Beancounters at Morgan Stanley are not that happy with Michael Dell’s plan to reverse merge his company into VMWare.
While the prospect of VMware merging with Dell Technologies has intrigued the broader market, Morgan Stanley analysts insist the “reverse merger” would be the worst option for VMware shareholders.
It is only one of the plans which have been mooted for Dell Technologies, including a Dell IPO or it acquiring the rest of VMware.
The VMware performing a reverse merger on its controlling firm idea has been questioned by Morgan Stanley analysts Keith Weiss and Sanjit Singh in a note issued to the market.

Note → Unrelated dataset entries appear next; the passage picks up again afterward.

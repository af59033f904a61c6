import { parse as csvParse } from 'csv-parse/sync'
import Papa from 'papaparse'
import { describe, expect, it } from 'vitest'
import { exportBinsCsv } from '#shared/bins'
import { RESULT_CAUTION, bandsToCsv, csvLine, csvNumber, matrixToCsv, writeCsv } from '#shared/export'
import type { CsvCell } from '#shared/export'
import { bandToJson, makeBands } from '#shared/physics/uncertainty/band'
import { handMadeResult } from './result'

// The rules under test are RFC 4180 (CRLF line ends, quoting of fields holding a comma, quote,
// CR or LF, quotes doubled) and Sheaf's own rules documented in shared/export/csv.ts.

/**
 * Reads CSV text with papaparse, skipping '#' comment lines, as a reader of an export would. The
 * text ends with a line end, which papaparse reads as one more, empty record: that one is dropped.
 */
const papaRecords = (text: string) => {
  const out = Papa.parse<string[]>(text, { delimiter: ',', comments: '#', newline: '\r\n' })
  expect(out.errors).toEqual([])
  expect(out.data.at(-1)).toEqual([''])
  return out.data.slice(0, -1)
}

/** The same with csv-parse, a second independent reader, told to skip blank lines. */
const csvParseRecords = (text: string): string[][] => csvParse(text, { comment: '#', relax_column_count: true, skip_empty_lines: true })

describe('csvLine: quoting (RFC 4180)', () => {
  it.each<[CsvCell, string]>([
    ['plain', 'plain'],
    ['a,b', '"a,b"'],
    ['say "hi"', '"say ""hi"""'],
    ['"', '""""'],
    ['two\nlines', '"two\nlines"'],
    ['two\r\nlines', '"two\r\nlines"'],
    ['carriage\rreturn', '"carriage\rreturn"'],
    [' padded', '" padded"'],
    ['tab\t', '"tab\t"'],
    ['#not a comment', '"#not a comment"'],
    ['a#b', 'a#b'],
    ['', ''],
    [true, 'true']
  ])('%j → %j', (cell, field) => {
    // a second field, so that an empty field is not the record's only one
    expect(csvLine([cell, 'x'])).toBe(`${field},x`)
  })

  it('quotes a record whose only field is empty, so it is not read as a blank line', () => {
    expect(csvLine([''])).toBe('""')
    expect(csvLine([null])).toBe('""')
    expect(csvParseRecords(writeCsv([['h'], [null], ['v']]))).toEqual([['h'], [''], ['v']])
  })
})

describe('writeCsv: line ends and comment lines', () => {
  const text = writeCsv([['a', 'b'], ['x\ny', 1], [2, 3]], { comments: ['provenance: one, two', 'multi\nline', ''] })

  it('ends every line, the last one included, with CRLF', () => {
    expect(text.endsWith('\r\n')).toBe(true)
    // outside the quoted field, every LF follows a CR
    const outsideQuotes = text.replace(/"[^"]*"/g, '')
    expect(outsideQuotes).not.toMatch(/[^\r]\n/)
    expect(outsideQuotes).not.toMatch(/\r[^\n]/)
  })

  it('writes comments first, one "# " line per line, "#" for an empty one', () => {
    expect(text.split('\r\n').slice(0, 4)).toEqual(['# provenance: one, two', '# multi', '# line', '#'])
  })

  it('writes an empty text for no records and no comments', () => {
    expect(writeCsv([])).toBe('')
  })
})

describe('numbers and non-finite values', () => {
  it('writes NaN, ±∞, null and undefined as empty fields, never as "NaN" or "Infinity"', () => {
    const text = writeCsv([[Number.NaN, Number.POSITIVE_INFINITY, Number.NEGATIVE_INFINITY, null, undefined, 1]])
    expect(text).toBe(',,,,,1\r\n')
    expect(text).not.toMatch(/NaN|Infinity/)
  })

  it('writes the shortest decimal that reads back as the same double', () => {
    expect(csvNumber(0.1 + 0.2)).toBe('0.30000000000000004')
    expect(csvNumber(0.1)).toBe('0.1')
    expect(csvNumber(-0)).toBe('0')
    expect(csvNumber(1e-7)).toBe('1e-7')
    expect(csvNumber(0.00001234)).toBe('0.00001234')
    for (const x of [1 / 3, -2 / 7, 1e-7, 1.5e300, 5e-324, Number.MAX_VALUE, 123456789.125, -1e21]) {
      expect(Number(csvNumber(x))).toBe(x)
    }
  })
})

describe('round trip through real CSV readers', () => {
  const records: CsvCell[][] = [
    ['label', 'value', 'note'],
    ['a,b', 1 / 3, 'say "hi"'],
    [' lead', -1e-7, 'two\r\nlines'],
    ['#hash', 0, 'lf\nonly'],
    ['', 42, 'cr\ronly']
  ]
  const text = writeCsv(records, { comments: ['kernel: dy; constants: a=1, b=2', 'caution: "leading order"'] })
  const expected = records.map(r => r.map(v => (typeof v === 'number' ? String(v) : String(v ?? ''))))

  it('papaparse reads back every field exactly', () => {
    expect(papaRecords(text)).toEqual(expected)
  })

  it('csv-parse reads back every field exactly', () => {
    expect(csvParseRecords(text)).toEqual(expected)
  })
})

describe('bands export', () => {
  it('keeps provenance and caution as "#" lines a reader skips, and ends lines with CRLF', () => {
    const text = bandsToCsv(handMadeResult())
    const lines = text.split('\r\n')
    expect(lines.at(-1)).toBe('')
    expect(lines[0]).toBe('# Sheaf export: bands')
    expect(lines).toContain(`# caution: ${RESULT_CAUTION}`)
    const data = papaRecords(text)
    expect(data).toHaveLength(4)
    expect(data[0]![0]).toBe('mMin')
    expect(data[1]!.slice(0, 3)).toEqual(['200', '300', 'low, "edge"'])
    expect(csvParseRecords(text)).toEqual(data)
  })

  it('leaves relative errors empty where the central value is zero, in either band form', () => {
    const result = handMadeResult()
    result.bins = [{ mMin: 200, mMax: 300, note: null }, { mMin: 300, mMax: 500, note: null }]
    const engine = makeBands([0, 2], [1, 0.5], [1, 0.25])
    result.bands = [{ id: 'e', label: 'engine form', band: engine }, { id: 'j', label: 'JSON form', band: bandToJson(engine) }]
    const text = bandsToCsv(result)
    expect(text).not.toMatch(/NaN|Infinity|null/)
    const [header, zero, two] = papaRecords(text)
    const cell = (row: string[], name: string) => row[header!.indexOf(name)]
    for (const id of ['e', 'j']) {
      expect([cell(zero!, `rel_plus_pct[${id}]`), cell(zero!, `rel_minus_pct[${id}]`)]).toEqual(['', ''])
      // 100 · 0.5 / |2| and 100 · 0.25 / |2|
      expect([cell(two!, `rel_plus_pct[${id}]`), cell(two!, `rel_minus_pct[${id}]`)]).toEqual(['25', '12.5'])
    }
  })
})

describe('matrix export', () => {
  const { provenance, observable } = handMadeResult()

  it('writes an undefined correlation (a bin with zero variance) as an empty cell and says so', () => {
    const text = matrixToCsv({ provenance, observable, kind: 'correlation', values: [[1, Number.NaN], [Number.NaN, Number.NaN]] })
    expect(text).not.toContain('NaN')
    expect(text).toContain('# an empty cell has no finite value (a bin whose variance is zero has no correlation)\r\n')
    expect(papaRecords(text)).toEqual([['bin', 'bin 1', 'bin 2'], ['bin 1', '1', ''], ['bin 2', '', '']])
  })

  it('adds no such line when every cell is finite', () => {
    expect(matrixToCsv({ provenance, observable, kind: 'correlation', values: [[1, 0.5], [0.5, 1]] })).not.toContain('empty cell')
  })
})

describe('bins export', () => {
  const columns = [
    { key: 'xMin', label: 'x min', kind: 'range-lo' as const },
    { key: 'note', label: 'note', kind: 'text' as const }
  ]

  it('uses the same writer: CRLF, quoting, comments, empty cells', () => {
    const text = exportBinsCsv([{ xMin: 0.1, note: 'a, "b"' }, { xMin: null, note: '#1' }], columns, { comments: ['bins of study A'] })
    expect(text).toBe('# bins of study A\r\nxMin,note\r\n0.1,"a, ""b"""\r\n,"#1"\r\n')
    expect(papaRecords(text)).toEqual([['xMin', 'note'], ['0.1', 'a, "b"'], ['', '#1']])
  })
})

Weiss and Singh warned investors about the plan and stated that a merger is the “worst-case scenario” for VMware shareholders.
VMware is traded publicly, and a merger would take Dell public without putting the company through an initial public offering.
According to the report, the reverse merger would have tax benefits for Dell and give the company access to VMware’s cash, but it would have a negative impact on VMware’s shareholders.
Analysts at Morgan Stanley project that a combined company would devalue VMware by $28 billion — considerably more than the $500 million to $600 million annual taxes Dell will face if it continues to operate under its existing structure.
The analysts concluded that the reverse merger is the least likely of the strategic options Dell is pursuing, with an IPO or staying private considered better options.